:: Excerpted data
import { Column, Entity, Index, JoinColumn, ManyToOne, type Relation } from 'typeorm';
import type { Finding, FindingKind, FindingSeverity } from '../../shared/schemas/screening.js';
import { BaseRow } from './BaseRow.js';
import { Capture } from './Capture.js';

/** A finding as a row of its own, for filters and counts; the whole of it is in `finding`. */
@Entity('findings')
@Index(['captureId', 'channelIndex', 'position'])
@Index(['kind'])
export class FindingRow extends BaseRow {
  @Column({ type: 'uuid' })
  captureId!: string;

  @ManyToOne(() => Capture, { onDelete: 'CASCADE' })
  @JoinColumn({ name: 'capture_id' })
  capture!: Relation<Capture>;

  @Column({ type: 'integer' })
  channelIndex!: number;

  /** Order in the channel's list, gravest first. */
  @Column({ type: 'integer' })
  position!: number;

  @Column({ type: 'varchar', length: 40 })
  kind!: FindingKind;

  @Column({ type: 'varchar', length: 12 })
  severity!: FindingSeverity;

  @Column({ type: 'real' })
  confidence!: number;

  @Column({ type: 'double precision', nullable: true })
  frequencyHz!: number | null;

  @Column({ type: 'jsonb' })
  finding!: Finding;
}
::::
All of the records need to be returned exactly as they are.

import { Column, Entity, Index, JoinColumn, ManyToOne, type Relation } from 'typeorm';
import type { Finding, FindingKind, FindingSeverity } from '../../shared/schemas/screening.js';
import { BaseRow } from './BaseRow.js';
import { Capture } from './Capture.js';

/** A finding as a row of its own, for filters and counts; the whole of it is in `finding`. */
@Entity('findings')
@Index(['captureId', 'channelIndex', 'position'])
@Index(['kind'])
export class FindingRow extends BaseRow {
  @Column({ type: 'uuid' })
  captureId!: string;

  @ManyToOne(() => Capture, { onDelete: 'CASCADE' })
  @JoinColumn({ name: 'capture_id' })
  capture!: Relation<Capture>;

  @Column({ type: 'integer' })
  channelIndex!: number;

  /** Order in the channel's list, gravest first. */
  @Column({ type: 'integer' })
  position!: number;

  @Column({ type: 'varchar', length: 40 })
  kind!: FindingKind;

  @Column({ type: 'varchar', length: 12 })
  severity!: FindingSeverity;

  @Column({ type: 'real' })
  confidence!: number;

  @Column({ type: 'double precision', nullable: true })
  frequencyHz!: number | null;

  @Column({ type: 'jsonb' })
  finding!: Finding;
}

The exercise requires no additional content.